Many American women deliver their babies by cesarean birth, which means the baby is born through a surgical incision made in the mother's abdomen and uterus. At one time it was thought that once a woman had a cesarean birth, she would always have a cesarean birth in any subsequent pregnancies.
Today, that thinking is changing. Many women who have had cesarean births can attempt to deliver vaginally (referred to as a VBAC or vaginal birth after cesarean) if no risk factors are present. In fact, 60 to 80 percent of these women go on to have successful vaginal deliveries.
According to the American College of Obstetricians and Gynecologists, VBAC can be a safe option for many women. However, it is not the right choice for all women, and there are some risks.
Why attempt vaginal delivery?
Less risk. A vaginal delivery usually has fewer complications for the mother than cesarean birth. A cesarean delivery requires major surgery and is performed under anesthesia. With a vaginal birth, there is no abdominal incision, so there are none of the risks associated with surgery, and the anesthesia risks tend to be lower. The major risk of VBAC is that the cesarean scar on the uterus may tear during labor. Some types of incisions on the uterus used in cesarean deliveries are more likely to rupture during vaginal delivery than others.
Shorter recovery. The mother's stay in the hospital often is shorter after a vaginal delivery, and she usually will have less discomfort than after a cesarean birth. Recovery at home is usually faster after a vaginal birth, too.
More involvement. Some women wish to be awake and fully involved in the birth process. Since general anesthesia is sometimes used during cesarean delivery, the mother cannot always remain awake and experience the actual birth. There also may be more limits on the presence of others in the delivery room during a cesarean birth.

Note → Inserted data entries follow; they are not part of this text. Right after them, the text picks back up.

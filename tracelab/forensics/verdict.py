"""The verdict per (run, bus): who degraded first, when, why, and how sure we are.

``replay_faults`` joins the replay and the hypotheses and returns plain tables and the JSON
object ``tracelab faults --json`` prints (the shape is spec: issue 5, section 2).
"""

from __future__ import annotations

import dataclasses
import math
from dataclasses import dataclass
from typing import Any

import duckdb
import numpy as np
import polars as pl

from tracelab.forensics.evidence import (
    ASSUMED_BPS,
    KIND_ERROR,
    BusEvidence,
    CatalogLike,
    evidence_window,
    frames_by_id,
    load_bus_evidence,
    prepare_counts,
    run_buses,
    single_pair,
)
from tracelab.forensics.hypotheses import (
    MIN_ERRORS,
    PASSIVE_BOUNDARY_ERRORS,
    Flood,
    Hypothesis,
    Silence,
    candidates,
    find_floods,
    node_silences,
    score,
)
from tracelab.forensics.losses import filled_evidence, loss_before, original_rows
from tracelab.forensics.replay import NodeReplay, replay_node
from tracelab.forensics.steps import every_change
from tracelab.format.grammar import wall_time
from tracelab.physics.confinement import DEFAULT_CONFIG, ConfinementConfig

#: Below this posterior the verdict says the evidence does not decide.
MIN_CONFIDENCE = 0.4
#: The catalog must know at least this share of the logged identifiers, and this share of its
#: identifiers must be in the log, before a node is named.
CATALOG_MATCH_MIN = 0.5
#: The confidence falls with the width of [earliest_ns, latest_ns]: halved at this width.
HALF_CONFIDENCE_WIDTH_NS = 50_000_000
#: A reading of the evidence within this factor of the best is stated as an alternative.
ALTERNATIVE_RATIO = 0.2
#: Errors before (after) a node-specific winner's onset that make the earlier (later) window
#: worth a verdict of its own.
WINDOW_MIN_ERRORS = 8
#: Errors in the run that marks a node's transmit-side onset (at least 60 % on its frames).
SEGMENT_RUN = 30
#: The score of a whole-bus verdict whose log holds a transmit-side onset run (SEGMENT_RUN)
#: that no window explained and whose errors lack the CRC errors a whole-bus disturbance
#: leaves on every sender's frames: two signs against the whole bus. (Onset runs alone come
#: by chance under a busy whole-bus disturbance: the run test is scanned over every error
#: and node.)
ONSET_UNEXPLAINED_SCORE = 0.5
#: A window's receive-fault verdict counts only when its node was error-passive over at least
#: this many frames there (otherwise it predicts nothing the whole-bus reading does not).
PASSIVE_MIN_FRAMES = 20

COUNTERS_SCHEMA = {"run": pl.String, "bus": pl.String, "node": pl.String, "t_ns": pl.Int64,
                   "tec": pl.Int32, "rec": pl.Int32, "state": pl.String, "cause": pl.String,
                   "uncertain": pl.Boolean, "hypothesis": pl.String}
NODE_STATES_SCHEMA = {"run": pl.String, "bus": pl.String, "node": pl.String,
                      "state": pl.String, "from_ns": pl.Int64, "to_ns": pl.Int64,
                      "hypothesis": pl.String}
VERDICTS_SCHEMA = {"run": pl.String, "bus": pl.String, "cause_kind": pl.String,
                   "cause_node": pl.String, "first_node": pl.String, "first_state": pl.String,
                   "first_t_ns": pl.Int64, "wall_time": pl.String, "confidence": pl.Float64,
                   "winner": pl.String, "runner_up": pl.String, "errors": pl.Int64}

#: The assumption a result lists when neither the catalog nor the log names the bit rate.
ASSUMED_RATE_START = "nominal bit rate of bus"
ASSUMED_RATE = (ASSUMED_RATE_START + " {bus}: neither the catalog nor the log header names it; "
                "{kbps} kbit/s assumed (bus-off recovery and error-frame times scale with it)")


@dataclass
class FaultsResult:
    """Verdicts (the JSON results), replayed counters and state intervals of every bus."""

    results: list[dict[str, Any]]
    counters: pl.DataFrame
    node_states: pl.DataFrame
    verdicts: pl.DataFrame
    frames: int = 0
    events: int = 0

    def as_json(self) -> dict[str, Any]:
        return {"results": self.results}

    def describe(self) -> str:
        return describe_results(self.results)

    def bit_rate_warning(self) -> str | None:
        """One line when the replay assumed a bus's bit rate (neither catalog nor log has it)."""
        assumed = [f"{r['run']}/{r['bus']}" for r in self.results
                   if any(a.startswith(ASSUMED_RATE_START) for a in r.get("assumptions", []))]
        if not assumed:
            return None
        where = ", ".join(assumed[:3]) + (f" and {len(assumed) - 3} more" if len(assumed) > 3
                                          else "")
        return (f"no bit rate known for {where}: the replay assumed {ASSUMED_BPS // 1000} "
                "kbit/s (bus-off recovery and error-frame times scale with it; declare the "
                "bus's nominal rate in the catalog)")

    def catalog_warning(self) -> str | None:
        """One line when the catalog does not match the log on some bus (both figures)."""
        bad = [r for r in self.results if not (r.get("catalog_match") or {}).get("ok", True)]
        if not bad:
            return None
        worst = min(bad, key=lambda r: r["catalog_match"]["logged_known"])
        m = worst["catalog_match"]
        where = ", ".join(f"{r['run']}/{r['bus']}" for r in bad[:3]) + (
            f" and {len(bad) - 3} more" if len(bad) > 3 else "")
        return (f"the catalog does not match the log on {where}: it knows "
                f"{m['logged_known']:.0%} of the logged identifiers and "
                f"{m['catalog_seen']:.0%} of its identifiers were logged; no node is named "
                "(check --catalog)")
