"""The build does each piece of work once: every input file is read once, every event's cache
key and the templates' fingerprint are computed once per build."""

from __future__ import annotations

import pathlib
import sys

import numpy as np
from helpers import VALID_EVENT, loaded_after

from factsheet import build as build_module
from factsheet.build import build
from factsheet.load import files
from factsheet.render import site as render_site_module

SAMPLES = "heavier.mass [Msun],lighter.mass [Msun],distance [Mpc]\n"


def _catalogue(catalogue):
    rng = np.random.default_rng(3)
    rows = "".join(
        f"{36 + rng.normal():.4f},{29 + rng.normal():.4f},{440 + 50 * rng.normal():.2f}\n"
        for _ in range(200)
    )
    second = VALID_EVENT.replace("TEST-1", "TEST-2") + "samples: two.csv\n"
    return catalogue({"one.yaml": VALID_EVENT, "two.yaml": second, "two.csv": SAMPLES + rows})


def _count_calls(monkeypatch, owner, name) -> list:
    calls = []
    original = getattr(owner, name)

    def counted(*args, **kwargs):
        calls.append(args)
        return original(*args, **kwargs)

    monkeypatch.setattr(owner, name, counted)
    return calls


def test_each_input_file_is_read_once_per_build(catalogue, tmp_path, monkeypatch):
    folder = _catalogue(catalogue)
    opened = []
    original_open, original_regular = pathlib.Path.open, files.open_regular

    def spy(path, *args, **kwargs):
        if pathlib.Path(path).parent.resolve() == folder.resolve():
            opened.append(pathlib.Path(path).name)

    def spy_open(self, *args, **kwargs):
        spy(self)
        return original_open(self, *args, **kwargs)

    def spy_regular(path, *args, **kwargs):
        spy(path)
        return original_regular(path, *args, **kwargs)

    monkeypatch.setattr(pathlib.Path, "open", spy_open)  # any way a file is opened
    monkeypatch.setattr(files, "open_regular", spy_regular)
    build(folder, tmp_path / "site", jobs=1)
    # The samples file is read once to derive and once more to publish its copy beside the
    # sheet (that copy is checked against the digest of the first read).
    assert sorted(opened) == ["one.yaml", "two.csv", "two.csv", "two.yaml"]
    opened.clear()
    build(folder, tmp_path / "site", jobs=1)  # a rebuild reads them once again; the cached
    assert sorted(opened) == ["one.yaml", "two.csv", "two.yaml"]  # copy is reused


def test_keys_and_fingerprints_are_computed_once(catalogue, tmp_path, monkeypatch):
    folder = _catalogue(catalogue)
    keys = _count_calls(monkeypatch, build_module, "event_key")
    prints = _count_calls(monkeypatch, build_module, "templates_fingerprint")
    also = _count_calls(monkeypatch, render_site_module, "templates_fingerprint")
    build(folder, tmp_path / "site", jobs=1)
    assert len(keys) == 2
    assert len(prints) + len(also) == 1


def test_each_event_page_is_rendered_once_where_its_event_is_drawn(
    catalogue, tmp_path, monkeypatch
):
    folder = _catalogue(catalogue)
    drawn = _count_calls(monkeypatch, build_module, "event_page_files")
    again = _count_calls(monkeypatch, render_site_module, "event_page_files")
    build(folder, tmp_path / "site", jobs=1)
    assert len(drawn) == 2 and again == []  # two events, one language: rendered by the worker
    assert (tmp_path / "site" / "data" / "TEST-2.json").is_file()


def test_workers_default_to_the_cores_the_process_may_use(monkeypatch):
    monkeypatch.setattr(build_module.os, "sched_getaffinity", lambda pid: {0, 3, 5}, raising=False)
    assert build_module.available_cores() == 3


def test_the_builds_own_process_loads_neither_matplotlib_nor_scipy(catalogue, tmp_path):
    # with workers, everything that draws or derives happens in them, the index's figures
    # included: the build's own process keeps its memory for the catalogue
    folder = _catalogue(catalogue)
    code = (
        "from factsheet.build import build\n"
        f"report = build({str(folder)!r}, {str(tmp_path / 'site')!r}, jobs=2)\n"
        "assert report.built == 2\n"
    )
    found = loaded_after(code, ("matplotlib", "scipy", "astropy.cosmology"))
    assert found == ["False", "False", "False"]
    assert (tmp_path / "site" / "figures" / "mass-plane.svg").is_file()


def _frozen_objects() -> int:
    import gc

    return gc.get_freeze_count()


def test_workers_run_with_the_builds_objects_out_of_the_collectors_reach():
    # a collection in a forked worker would copy every page it shares with the build
    import gc

    with build_module._pool(1) as pool:
        in_worker = pool.submit(_frozen_objects).result()
    assert gc.get_freeze_count() == 0  # the build's own collector is itself again
    if sys.platform == "linux":  # forked: the worker inherits the frozen objects
        assert in_worker > 1000
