@pytest.fixture
def visit(browser):
    opened: list[Visit] = []

    def open_(url: str, **kwargs) -> Visit:
        opened.append(Visit(browser, url, **kwargs))
        return opened[-1]

    yield open_
    for v in opened:
        v.close()


def foreign(requests: list[str]) -> list[str]:
    """Requests to anything but 127.0.0.1 or the local file system (data: URLs are inline)."""
    local = {"file", "data"}
    return [
        u
        for u in requests
        if urlsplit(u).scheme not in local and urlsplit(u).hostname != "127.0.0.1"
    ]


@pytest.mark.parametrize("path", PAGES)
def test_page_loads_clean(visit, root, path):
    v = visit(root + path)
    assert v.errors == []
    assert foreign(v.requests) == []
    assert v.requests[0] == root + path
    images = v.page.eval_on_selector_all(  # lazy images below the fold: load them as a scroll would
        "img",
        "els => Promise.all(els.map(e => { e.loading = 'eager'; "
        "return e.decode().catch(() => null).then(() => [e.src, e.naturalWidth]); }))",
    )
    assert [src for src, width in images if width == 0] == []
    assert v.page.title()


def test_index_sorts_by_header(visit, root):
    v = visit(root + "index.html")
    before = v.page.evaluate(ROW_IDS)
    header = v.page.locator("#catalogue thead th").nth(3)
    header.get_by_role("button").click()
    assert header.get_attribute("aria-sort") == "ascending"
    keys = v.page.eval_on_selector_all(
        "#catalogue tbody tr td:nth-child(4)", "tds => tds.map(td => Number(td.dataset.sort))"
    )
    assert keys == sorted(keys) and v.page.evaluate(ROW_IDS) != before
    header.get_by_role("button").press("Enter")  # keyboard: a real button, Enter toggles
    assert header.get_attribute("aria-sort") == "descending"
    keys = v.page.eval_on_selector_all(
        "#catalogue tbody tr td:nth-child(4)", "tds => tds.map(td => Number(td.dataset.sort))"
    )
    assert keys == sorted(keys, reverse=True)
    assert v.errors == []
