"""Value syntax of DESIGN.md section 4: intervals, exact values, rates, mappings, aliases."""

import astropy.units as u
import pytest

from factsheet.quantities import ValueParseError, parse_estimate


def test_interval_with_alias_unit():
    est = parse_estimate("42 +7 -5 Msun")
    assert (est.median, est.plus, est.minus, est.unit) == (42, 7, 5, u.solMass)
    assert (est.low, est.high) == (37, 49)


def test_mapping_form_matches_text_form():
    assert parse_estimate({"median": 42, "plus": 7, "minus": 5, "unit": "Msun"}) == parse_estimate(
        "42 +7 -5 Msun"
    )


@pytest.mark.parametrize(
    ("text", "value", "unit"),
    [
        ("4 km", 4, u.km),
        ("580 deg2", 580, u.deg**2),
        ("1.2 Gpc", 1.2, u.Gpc),
        ("14.3", 14.3, u.one),
    ],
)
def test_exact_values(text, value, unit):
    est = parse_estimate(text)
    assert est.exact and est.median == pytest.approx(value) and est.unit == unit


def test_rate_forms():
    assert parse_estimate("1 / 80 yr").quantity.to_value(1 / u.yr) == pytest.approx(1 / 80)
    assert parse_estimate("2 / yr").quantity.to_value(1 / u.yr) == pytest.approx(2)


def test_numbers_in_yaml_are_dimensionless():
    assert parse_estimate(0).unit == u.one


@pytest.mark.parametrize(
    "bad",
    [
        "42 +7 Msun",
        "42 -5 +7 Msun",
        "forty Msun",
        "42 +7 -5 parsecs-ish",
        "1 / 0 yr",
        True,
        {"plus": 1},
        {"median": "x"},
        {"median": 1, "extra": 2},
        [1, 2],
        float("nan"),
    ],
)
def test_malformed_values_raise(bad):
    with pytest.raises(ValueParseError):
        parse_estimate(bad)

Of course, there are a number of other factors to consider before you and your doctor decide if you are a good candidate for VBAC delivery. The factors that could influence your decision include the type of incision made in the uterus during previous cesarean birth(s), multiple births, the size and position of the baby in the womb, and medical conditions, such as high blood pressure or diabetes. Most hospitals are now requiring a separate consent to be signed for a vaginal birth if a woman has had a previous cesarean birth. Women attempting a VBAC should begin labor with close medical supervision in a hospital capable of emergency C-sections. VBAC should only be attempted in a hospital where an emergency C-section can be set up in less than 30 minutes.